#### [Items listed in a dataset]
Segment Open
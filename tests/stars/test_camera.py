"""A fitted camera is written as standard WCS without loss, and its covariance is true."""

from __future__ import annotations

from dataclasses import replace

import numpy as np
import pytest
from scipy.spatial.transform import Rotation

from imaging.stars.camera import Camera, fit_camera, to_wcs, unknown_lens
from imaging.stars.catalogue import vectors_of

WIDTH, HEIGHT = 3000, 2000
HALF = float(np.hypot(WIDTH, HEIGHT) / 2)


def camera(seed=1, focal=5000.0, projection="TAN", order=3, mirrored=False):
    rng = np.random.default_rng(seed)
    axes = Rotation.random(random_state=rng).as_matrix()
    if mirrored:
        axes[0] = -axes[0]
    lens = unknown_lens(order, projection)
    coefficients = rng.multivariate_normal(np.zeros(2 * len(lens.terms)), lens.covariance).reshape(2, -1)
    return Camera(axes, focal, 1510.0, 990.0, HALF, lens.terms, coefficients, projection)


def pixels(count=400, seed=2):
    rng = np.random.default_rng(seed)
    return rng.uniform(0, WIDTH - 1, count), rng.uniform(0, HEIGHT - 1, count)


@pytest.mark.parametrize(("projection", "focal"), [("TAN", 5000.0), ("TAN", 50_000.0), ("ARC", 1200.0)])
@pytest.mark.parametrize("mirrored", [False, True])
@pytest.mark.parametrize("order", [1, 3, 5])
def test_pixels_and_directions_are_inverse(projection, focal, mirrored, order):
    one = camera(3, focal, projection, order, mirrored)
    x, y = pixels()
    back_x, back_y = one.pixels(one.vectors(x, y))
    assert np.abs(back_x - x).max() < 1e-3
    assert np.abs(back_y - y).max() < 1e-3


# astropy.wcs (wcslib and its SIP) is the reference for what was written.
@pytest.mark.parametrize(("projection", "focal"), [("TAN", 5000.0), ("TAN", 50_000.0), ("ARC", 1200.0)])
@pytest.mark.parametrize("order", [1, 3, 5])
def test_astropy_reads_the_same_sky_from_the_wcs(projection, focal, order):
    one = camera(4, focal, projection, order)
    wcs = to_wcs(one, WIDTH, HEIGHT)
    x, y = pixels()
    ra, dec = wcs.all_pix2world(x, y, 0)
    away = np.linalg.norm(vectors_of(ra, dec) - one.vectors(x, y), axis=1)
    assert np.degrees(away.max()) * 3600 < 1e-6
    back_x, back_y = wcs.all_world2pix(ra, dec, 0)
    assert np.hypot(back_x - x, back_y - y).max() < 1e-3


def test_the_written_inverse_terms_undo_the_forward_ones():
    one = camera(5, 5000.0, "TAN", 5)
    wcs = to_wcs(one, WIDTH, HEIGHT)
    x, y = pixels()
    # Shupe et al. 2005: u, v from CRPIX; focal plane = u + A(u, v); back by AP, BP
    u, v = x + 1 - wcs.wcs.crpix[0], y + 1 - wcs.wcs.crpix[1]

    def polynomial(table, u, v):
        size = len(table)
        return sum(table[p, q] * u**p * v**q for p in range(size) for q in range(size - p))

    forward_u, forward_v = u + polynomial(wcs.sip.a, u, v), v + polynomial(wcs.sip.b, u, v)
    back_u = forward_u + polynomial(wcs.sip.ap, forward_u, forward_v)
    back_v = forward_v + polynomial(wcs.sip.bp, forward_u, forward_v)
    assert np.hypot(back_u - u, back_v - v).max() < 0.01


@pytest.mark.parametrize("stars", [8, 30, 200])
def test_the_truth_lies_within_the_stated_covariance(stars):
    """Mean chi-square of the place of a target is near 2 (two coordinates), with few stars as with many."""
    chi2 = []
    for seed in range(40):
        rng = np.random.default_rng([seed, stars])
        truth = camera(seed, 20_000.0, "TAN", 3)
        x, y = pixels(stars, seed)
        sigma = rng.uniform(0.03, 0.2, stars)
        seen_x, seen_y = x + rng.normal(0, sigma), y + rng.normal(0, sigma)
        turned = Rotation.from_rotvec(rng.normal(0, 1e-4, 3)).as_matrix() @ truth.axes
        start = replace(truth, axes=turned, terms=(), coefficients=None, focal_px=20_100.0)
        fit = fit_camera(start, unknown_lens(3), seen_x, seen_y, truth.vectors(x, y), sigma, (HEIGHT, WIDTH))
        at = np.array([rng.uniform(0, WIDTH)]), np.array([rng.uniform(0, HEIGHT)])
        found_x, found_y = fit.camera.pixels(truth.vectors(*at))
        away = np.array([found_x[0] - at[0][0], found_y[0] - at[1][0]])
        chi2.append(away @ np.linalg.solve(fit.covariance_at(*at)[0], away))
    assert 1.0 < np.mean(chi2) < 4.0


def test_one_mismatch_among_many_does_not_bend_the_fit():
    truth = camera(9, 20_000.0, "TAN", 3)
    x, y = pixels(30, 9)
    rng = np.random.default_rng(9)
    seen_x, seen_y = x + rng.normal(0, 0.05, 30), y + rng.normal(0, 0.05, 30)
    seen_x[4] += 25.0
    start = replace(truth, terms=(), coefficients=None)
    fit = fit_camera(
        start, unknown_lens(3), seen_x, seen_y, truth.vectors(x, y), np.full(30, 0.05), (HEIGHT, WIDTH)
    )
    found_x, found_y = fit.camera.pixels(truth.vectors(x, y))
    assert np.median(np.hypot(found_x - x, found_y - y)) < 0.1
Segment Closed
#### [Exercise requirements]
Output exactly the lines of the data that run from the one containing "seen_x, seen_y = x + rng.normal(0, sigma), y" to the very last line, and no others.

#### [Solution to this task]
        seen_x, seen_y = x + rng.normal(0, sigma), y + rng.normal(0, sigma)
        turned = Rotation.from_rotvec(rng.normal(0, 1e-4, 3)).as_matrix() @ truth.axes
        start = replace(truth, axes=turned, terms=(), coefficients=None, focal_px=20_100.0)
        fit = fit_camera(start, unknown_lens(3), seen_x, seen_y, truth.vectors(x, y), sigma, (HEIGHT, WIDTH))
        at = np.array([rng.uniform(0, WIDTH)]), np.array([rng.uniform(0, HEIGHT)])
        found_x, found_y = fit.camera.pixels(truth.vectors(*at))
        away = np.array([found_x[0] - at[0][0], found_y[0] - at[1][0]])
        chi2.append(away @ np.linalg.solve(fit.covariance_at(*at)[0], away))
    assert 1.0 < np.mean(chi2) < 4.0


def test_one_mismatch_among_many_does_not_bend_the_fit():
    truth = camera(9, 20_000.0, "TAN", 3)
    x, y = pixels(30, 9)
    rng = np.random.default_rng(9)
    seen_x, seen_y = x + rng.normal(0, 0.05, 30), y + rng.normal(0, 0.05, 30)
    seen_x[4] += 25.0
    start = replace(truth, terms=(), coefficients=None)
    fit = fit_camera(
        start, unknown_lens(3), seen_x, seen_y, truth.vectors(x, y), np.full(30, 0.05), (HEIGHT, WIDTH)
    )
    found_x, found_y = fit.camera.pixels(truth.vectors(x, y))
    assert np.median(np.hypot(found_x - x, found_y - y)) < 0.1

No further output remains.